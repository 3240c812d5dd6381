package tests

import (
	"bufio"
	"io"
	"math"
	"math/rand/v2"
	"strconv"
)

// Unbalanced describes the invented store panel of the benchmarks and of
// the side-by-side comparison (tests/bench/compare.sh): Products ×
// Stores pairs, each sold for a random stretch of MinWeeks to MaxWeeks
// consecutive weeks out of Weeks, with an endogenous price and two cost
// shifters. The true own-price elasticity is -1.8.
//
// For pair ps (product p, store s in freight region s mod Regions) and
// week t:
//
//	ln q = 3 + a_ps + s_t - 1.8 ln p + u
//	ln p = 0.5 + 0.6 ln bean_pt + 0.4 ln freight_rt + 0.2 a_ps + 0.5 u + v
//
// where a_ps ~ N(0, 0.5²), s_t = 0.15 sin(2πt/52), u ~ N(0, 0.3²) is the
// demand shock that makes price endogenous, v ~ N(0, 0.2²), and the log cost
// indices are random walks: per product (bean, steps N(0, 0.04²)) and per
// region (freight, steps N(0, 0.03²)). A stretch of L weeks, L uniform on
// [MinWeeks, MaxWeeks], starts at a uniform week.
type Unbalanced struct {
	Products, Stores, Weeks int
	MinWeeks, MaxWeeks      int
	Regions                 int
	Seed                    uint64
}

// DefaultUnbalanced is the comparison panel: 20 products × 800 stores,
// stretches of 50-200 of 200 weeks, about 2M rows.
func DefaultUnbalanced() Unbalanced {
	return Unbalanced{Products: 20, Stores: 800, Weeks: 200, MinWeeks: 50, MaxWeeks: 200, Regions: 25, Seed: 1}
}

// UnbalancedRows returns the default panel resized to about n rows by its
// number of stores (a pair is active for 125 weeks on average).
func UnbalancedRows(n int) Unbalanced {
	c := DefaultUnbalanced()
	c.Stores = max(2, (n+c.Products*125/2)/(c.Products*125))
	return c
}

// UnbalancedHeader is the header line WriteUnbalanced writes.
const UnbalancedHeader = "product,store,week,units,price,bean,freight"

// WriteUnbalanced writes the panel as CSV with the header
// UnbalancedHeader, rows week by week (as a weekly export appends them),
// and returns the number of rows. product is "P01"…, store "S0001"…, week
// 1…Weeks; units has 3 decimals, price 4, the cost indices 5. The same
// configuration gives the same bytes. WriteUnbalanced panics if the sizes
// are not positive or MinWeeks ≤ MaxWeeks ≤ Weeks does not hold.
func WriteUnbalanced(out io.Writer, c Unbalanced) (rows int, err error) {
	if c.Products < 1 || c.Stores < 1 || c.Weeks < 1 || c.Regions < 1 || c.MinWeeks < 1 || c.MaxWeeks < c.MinWeeks || c.MaxWeeks > c.Weeks {
		panic("tests: bad unbalanced panel sizes")
	}
	rng := rand.New(rand.NewPCG(c.Seed, 0x9e3779b97f4a7c15))
	bean := randomWalks(rng, c.Products, c.Weeks, 0.04)
	freight := randomWalks(rng, c.Regions, c.Weeks, 0.03)
	npairs := c.Products * c.Stores
	first := make([]int32, npairs)
	last := make([]int32, npairs)
	effect := make([]float64, npairs)
	for ps := range npairs {
		l := c.MinWeeks + rng.IntN(c.MaxWeeks-c.MinWeeks+1)
		f := rng.IntN(c.Weeks - l + 1)
		first[ps], last[ps] = int32(f), int32(f+l)
		effect[ps] = 0.5 * rng.NormFloat64()
	}
	w := bufio.NewWriterSize(out, 1<<20)
	w.WriteString(UnbalancedHeader + "\n")
	buf := make([]byte, 0, 128)
	for t := range int32(c.Weeks) {
		season := 0.15 * math.Sin(2*math.Pi*float64(t)/52)
		for ps := range npairs {
			if t < first[ps] || t >= last[ps] {
				continue
			}
			p, s := ps%c.Products, ps/c.Products
			lb, lf := bean[p][t], freight[s%c.Regions][t]
			u := 0.3 * rng.NormFloat64()
			lp := 0.5 + 0.6*lb + 0.4*lf + 0.2*effect[ps] + 0.5*u + 0.2*rng.NormFloat64()
			lq := 3 + effect[ps] + season - 1.8*lp + u
			buf = append(buf[:0], 'P')
			buf = appendPadded(buf, p+1, 2)
			buf = append(buf, ",S"...)
			buf = appendPadded(buf, s+1, 4)
			buf = append(buf, ',')
			buf = strconv.AppendInt(buf, int64(t+1), 10)
			buf = append(buf, ',')
			buf = strconv.AppendFloat(buf, math.Max(math.Exp(lq), 0.001), 'f', 3, 64)
			buf = append(buf, ',')
			buf = strconv.AppendFloat(buf, math.Exp(lp), 'f', 4, 64)
			buf = append(buf, ',')
			buf = strconv.AppendFloat(buf, 100*math.Exp(lb), 'f', 5, 64)
			buf = append(buf, ',')
			buf = strconv.AppendFloat(buf, 10*math.Exp(lf), 'f', 5, 64)
			buf = append(buf, '\n')
			if _, err := w.Write(buf); err != nil {
				return rows, err
			}
			rows++
		}
	}
	return rows, w.Flush()
}

// randomWalks returns k random walks of length t with steps N(0, sd²).
func randomWalks(rng *rand.Rand, k, t int, sd float64) [][]float64 {
	out := make([][]float64, k)
	for i := range out {
		out[i] = make([]float64, t)
		x := 0.0
		for j := range out[i] {
			x += sd * rng.NormFloat64()
			out[i][j] = x
		}
	}
	return out
}

// appendPadded appends v in decimal, padded with zeros to width digits.
func appendPadded(b []byte, v, width int) []byte {
	s := strconv.Itoa(v)
	for i := len(s); i < width; i++ {
		b = append(b, '0')
	}
	return append(b, s...)
}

+-------+

* Task requirements
Once you find the string "price" in a line of the records, copy that line.

* Solution to this task
// consecutive weeks out of Weeks, with an endogenous price and two cost
// shifters. The true own-price elasticity is -1.8.
// demand shock that makes price endogenous, v ~ N(0, 0.2²), and the log cost
const UnbalancedHeader = "product,store,week,units,price,bean,freight"
// 1…Weeks; units has 3 decimals, price 4, the cost indices 5. The same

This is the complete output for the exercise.